En mission de travail à Niamey, la Sous-secrétaire générale de l’ONU, Mme Gerda Verburg, également coordonnatrice du mouvement SUN (Scaling Up Nutrition) a eu hier matin, une rencontre d’échange hier matin, avec le gouvernement dans la salle de banquet de la Primature. Cette rencontre présidée par le Premier ministre, Chef du gouvernement, S.E Brigi Rafini a été l’occasion pour les autorités nigériennes de présenter, à leur hôte, la Politique Nationale de Sécurité Nutritionnelle et son plan d’action multisectoriel 2017-2019. Cette politique a été élaborée en prenant en compte les huit (8) engagements de Malabo auxquels le Niger a librement souscrit afin de combattre la malnutrition sous toutes ses formes.

Le document de la Politique Nationale de Sécurité Nutritionnelle a été présenté par le Haut-commissaire à l’Initiative 3N M. Ali Bety. Cette présentation rappelle d’abord le contexte dans lequel le Niger a élaboré son document en matière de politique et stratégies permettant de lutter efficacement contre la malnutrition, un véritable fléau qui annihile considérablement les efforts du gouvernement. En effet, entre 2007 et 2008, les crises mondiales majeures (alimentaire, financière et pétrolière) ont lourdement impacté l’alimentation et la nutrition des populations. Ces crises ayant bouleversé le monde entier ont davantage éveillé les consciences pour une contribution plus accrue et une mobilisation sans précédant en faveur de la nutrition. C’est aussi dans ce contexte que le mouvement « Scaling Up Nutrition » a vu le jour en 2010. Son objectif est de plaider pour le renforcement de la nutrition en faveur des 60 pays membres du mouvement SUN dont le Niger.

La présentation montre aussi que la malnutrition a affecté fortement les Nigériens avec des disparités. Il est donc nécessaire d’investir dans le domaine de la nutrition. Les données du document explique que la malnutrition engendre des pertes allant jusqu’à 16% du produit intérieur brut en Afrique. Un (1) dollar investi dans la nutrition rapporte 16 dollars en retour sur investissement. Par ailleurs, il faut relever que la politique nationale de sécurité nutritionnelle et son plan d’action reposent sur huit (8) piliers principaux. Elle est mise en œuvre à travers une approche multisectorielle et inclusive pour identifier la lutte contre la malnutrition sous toutes ses formes et accélérer l’atteinte des résultats et de l’impact sur l’amélioration de l’état nutritionnel et de santé. S’agissant du budget de la politique pour la période de 3 ans (2017-2019), le document affiche une prévision totale de 364 millions d’euros répartis sur les huit engagements.

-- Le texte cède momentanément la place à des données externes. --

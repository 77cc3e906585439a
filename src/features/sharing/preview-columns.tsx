import { Eye, Lock } from "lucide-react";
import type { ReactNode } from "react";
import type { SharingPreview } from "#shared/contracts/sharing.ts";
import { ListedCopy } from "./listed-copy.tsx";

/** What would leave the shop beside what never does. */
export function PreviewColumns({ preview }: { preview: SharingPreview }) {
  return (
    <div className="grid gap-4 md:grid-cols-2">
      <Column icon={<Eye aria-hidden="true" size={18} />} title="What others see">
        <Seen preview={preview} />
      </Column>
      <Column icon={<Lock aria-hidden="true" size={18} />} title="What stays here">
        {preview.counts ? null : <p className="mb-2">Everything.</p>}
        <dl>
          {preview.staysHere.map(({ what, value }) => (
            <div key={what} className="grid grid-cols-[8.5rem_1fr] gap-3 border-t border-line py-1.5 text-sm">
              <dt className="text-muted">{what}</dt>
              <dd className="min-w-0 break-words whitespace-pre-wrap">{value}</dd>
            </div>
          ))}
        </dl>
      </Column>
    </div>
  );
}

function Column({ icon, title, children }: { icon: ReactNode; title: string; children: ReactNode }) {
  return (
    <section className="rounded border border-line bg-surface p-4">
      <h3 className="mb-2 flex items-center gap-2 font-bold">
        {icon}
        {title}
      </h3>
      {children}
    </section>
  );
}

function Seen({ preview }: { preview: SharingPreview }) {
  if (!preview.counts) return <p>Nothing.</p>;
  return (
    <>
      <p>
        Its setpoints are mixed into the figures of <b>{preview.groupLabel}</b>, and only where enough shops are in it.
        {preview.listed ? null : " No figure of it is shown by itself."}
      </p>
      {preview.listed ? (
        <>
          <p className="mt-2 mb-2">Besides, a rounded copy without a name:</p>
          <ListedCopy listed={preview.listed} />
        </>
      ) : null}
    </>
  );
}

En 2016, la contribution du budget national pour la nutrition est estimée à 11% dont 10% sur les interventions sensibles à la nutrition (agriculture et systèmes alimentaires sensibles à la nutrition). La nutrition représente environ 6% du coût global des programmes d’actions prioritaires du PDES 2017-2021 et 10% à 15% sur les aspects sensibles (agriculture-système alimentaire sensible à la nutrition-éducation sensible à la nutrition-protection sociale gouvernance).

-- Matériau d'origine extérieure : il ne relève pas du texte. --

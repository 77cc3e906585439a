import { drynessLabels, heightControlLabels, startMethodLabels } from "#shared/contracts/machines.ts";
import type { SharingPreview } from "#shared/contracts/sharing.ts";
import { materialLabels, processGasLabels } from "#shared/materials/materials.ts";
import { metricDefinitions, metrics } from "#shared/recipes/metrics.ts";
import { formatWithUnit } from "#shared/units/format.ts";
import type { UnitSystem } from "#shared/units/units.ts";
import { useSession } from "../../shell/session.queries.ts";

type Listed = NonNullable<SharingPreview["listed"]>;

/** The nameless copy, field by field, as members would come to read it. */
export function ListedCopy({ listed }: { listed: Listed }) {
  const { units } = useSession();
  const traits = traitWords(listed);
  return (
    <>
      <dl>
        {copyFacts(listed, units).map(([name, value]) => (
          <div key={name} className="grid grid-cols-[8.5rem_1fr] gap-3 border-t border-line py-1.5 text-sm">
            <dt className="text-muted">{name}</dt>
            <dd className="min-w-0 break-words">{value}</dd>
          </div>
        ))}
      </dl>
      {traits.length > 0 ? (
        <p className="border-t border-line pt-2 text-sm">
          Of the machine, and only where enough shops have the same: {traits.join(", ")}.
        </p>
      ) : null}
    </>
  );
}

function copyFacts(listed: Listed, units: UnitSystem): [string, string][] {
  const [year, quarter] = listed.quarter.split("-Q");
  return [
    ["Metal", materialLabels[listed.material]],
    ["Thickness", formatWithUnit(listed.thicknessMm, "thickness", units)],
    ["Nozzle", formatWithUnit(listed.nozzleMm, "nozzle", units)],
    ["Gas", processGasLabels[listed.gas]],
    ...metrics.flatMap((metric): [string, string][] => {
      const value = listed.setpoints[metric];
      const { label, quantity } = metricDefinitions[metric];
      return value === null ? [] : [[label, formatWithUnit(value, quantity, units)]];
    }),
    ["Proven in", `Quarter ${quarter} of ${year}`],
    ["Words", listed.text ?? "None"],
  ];
}

function traitWords({ traits: { startMethod, dryness, heightControl } }: Listed): string[] {
  return [
    startMethod && `start of the arc (${startMethodLabels[startMethod].toLowerCase()})`,
    dryness && `drying of the air (${drynessLabels[dryness].toLowerCase()})`,
    heightControl && `height control (${heightControlLabels[heightControl].toLowerCase()})`,
  ].filter((words) => words !== null);
}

En réagissant à la présentation de la politique nationale de sécurité nutritionnelle du Niger, la Sous-Secrétaire générale de l’ONU, Mme Gerda Verburg a indiqué que cette présentation est claire dans la mesure où elle donne les détails de tous les aspects de la politique. Toutefois, elle a attiré l’attention du gouvernement sur le fait que la malnutrition est un fardeau qui réduit considérablement les efforts de développement du Niger. Pour étayer son argument, Mme Gerda Verburg s’est appuyée sur les résultats de l’étude sur le coût de la faim réalisée avec le soutien de l’Etat du Niger à travers le Haut-commissariat à l’Initiative 3N, le Programme Alimentaire Mondial, la Commission de l’Union Africaine et le Nouveau Partenariat pour le Développement de l’Afrique (NEPAD). Cette étude a révélé que 7,2% du produit intérieur du Niger est dépensé pour la lutte contre la malnutrition.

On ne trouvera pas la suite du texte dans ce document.